**What the task requires:** Below are the records; copy each line in them that holds the word "many".

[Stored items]
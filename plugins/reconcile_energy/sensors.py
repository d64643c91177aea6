"""Temperature sensors that are swapped: told from the sign of the heat, before any statistics."""

from __future__ import annotations

from collections.abc import Mapping
from dataclasses import dataclass
from typing import TYPE_CHECKING

import numpy as np

from reconcile import Network, Section

if TYPE_CHECKING:
    from reconcile import Result

__all__ = ["SwappedPair", "section", "swapped_pairs"]

LIMIT = 3.0
"""Standard uncertainties by which a difference must have the wrong sign."""


@dataclass(frozen=True)
class SwappedPair:
    """Two temperature readings whose exchange would turn heat that flows the wrong way.

    Attributes
    ----------
    node : str
    entering, leaving : str
        Streams before and after the node.
    rise : float
        Temperature after minus before, as read; its sign contradicts what the node does.
    sigmas : float
        The same in its standard uncertainties.
    """

    node: str
    entering: str
    leaving: str
    rise: float
    sigmas: float

    def __str__(self) -> str:
        does, word = ("warms up", "falls") if self.rise < 0 else ("cools down", "rises")
        return (
            f"{self.node} {does} its stream, but from {self.entering} to {self.leaving} the temperature {word} by "
            f"{abs(self.rise):.3g} ({self.sigmas:.1f} standard uncertainties) at positive flow: are the two sensors, "
            "or their columns, swapped?"
        )


def swapped_pairs(
    network: Network,
    temperature: Mapping[str, float],
    sigma: Mapping[str, float],
    flow: Mapping[str, float] | None = None,
) -> tuple[SwappedPair, ...]:
    """Find nodes with a known direction of heat whose temperatures say the opposite.

    Parameters
    ----------
    network : Network
        Nodes that state ``heat`` or ``exchanges_with``, with one stream in and one out, are looked at.
    temperature, sigma : mapping of stream to float
        Readings and their standard uncertainties, in one unit; streams that are not read are left out.
    flow : mapping of stream to float, optional
        Readings of flow; a node whose flow reads zero or backwards is passed over.

    Returns
    -------
    tuple of SwappedPair
        Worst first.

    Notes
    -----
    A true fault such as reverse flow or a cold source looks the same; so this is a question, and no verdict.
    """
    found = []
    for node, direction in _directions(network).items():
        entering, leaving = network.entering(node), network.leaving(node)
        if len(entering) != 1 or len(leaving) != 1:
            continue
        a, b = entering[0], leaving[0]
        if not all(s in temperature and s in sigma and np.isfinite(temperature[s]) for s in (a, b)):
            continue
        if any(s in (flow or {}) and not (flow or {})[s] > 0 for s in (a, b)):
            continue
        rise = temperature[b] - temperature[a]
        spread = float(np.hypot(sigma[a], sigma[b]))
        if rise * direction < -LIMIT * spread:
            found.append(SwappedPair(node, a, b, rise, abs(rise) / spread))
    return tuple(sorted(found, key=lambda p: (-p.sigmas, p.node)))


def _directions(network: Network) -> dict[str, int]:
    """+1 where a node warms its stream, -1 where it cools it."""
    out = {}
    for node, heat in zip(network.nodes, network.of_nodes("heat", False), strict=True):
        if heat:
            out[node] = -1 if heat == "removed" else 1
    for node, other in zip(network.nodes, network.of_nodes("exchanges_with"), strict=True):
        if other:
            out.setdefault(node, -1)
            out.setdefault(other, 1)
    return out


def section(result: Result) -> list[Section]:
    """Section on sensors that look swapped, from the raw readings of all snapshots; empty where none does."""
    spec = result.spec
    if spec is None or "energy" not in spec.domains:
        return []
    network = Network.from_paths(
        {name: (s.source, s.target) for name, s in spec.streams.items()}, node_options=spec.nodes
    )
    column = {"temperature": {}, "flow": {}}  # type: dict[str, dict[str, int]]
    for j, i in enumerate(result.model.meters):
        reads = result.model.readings[i].reads
        item, _, quantity = reads[0][0].partition(".")
        if len(reads) == 1 and quantity in column:
            column[quantity].setdefault(item, j)
    counts: dict[tuple[str, str, str], list[SwappedPair]] = {}
    for row in result.readings:
        model = result.model
        base = model.to_base(np.asarray(row, dtype=float)[None])
        sigma = model.total_sigma(base[0])[model.meters]
        values = base[0][model.meters]
        pairs = swapped_pairs(
            network,
            {s: float(values[j]) for s, j in column["temperature"].items()},
            {s: float(sigma[j]) for s, j in column["temperature"].items()},
            {s: float(values[j]) for s, j in column["flow"].items() if np.isfinite(values[j])},
        )
        for pair in pairs:
            counts.setdefault((pair.node, pair.entering, pair.leaving), []).append(pair)
    if not counts:
        return []
    lines = []
    for pairs_of_node in counts.values():
        worst = max(pairs_of_node, key=lambda p: p.sigmas)
        many = f" (in {len(pairs_of_node)} of {result.size} snapshots)" if result.size > 1 else ""
        lines.append(f"{worst}{many}")
    return [Section("Temperature sensors that may be swapped", "\n".join(lines))]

**Expected answer:**
        many = f" (in {len(pairs_of_node)} of {result.size} snapshots)" if result.size > 1 else ""
        lines.append(f"{worst}{many}")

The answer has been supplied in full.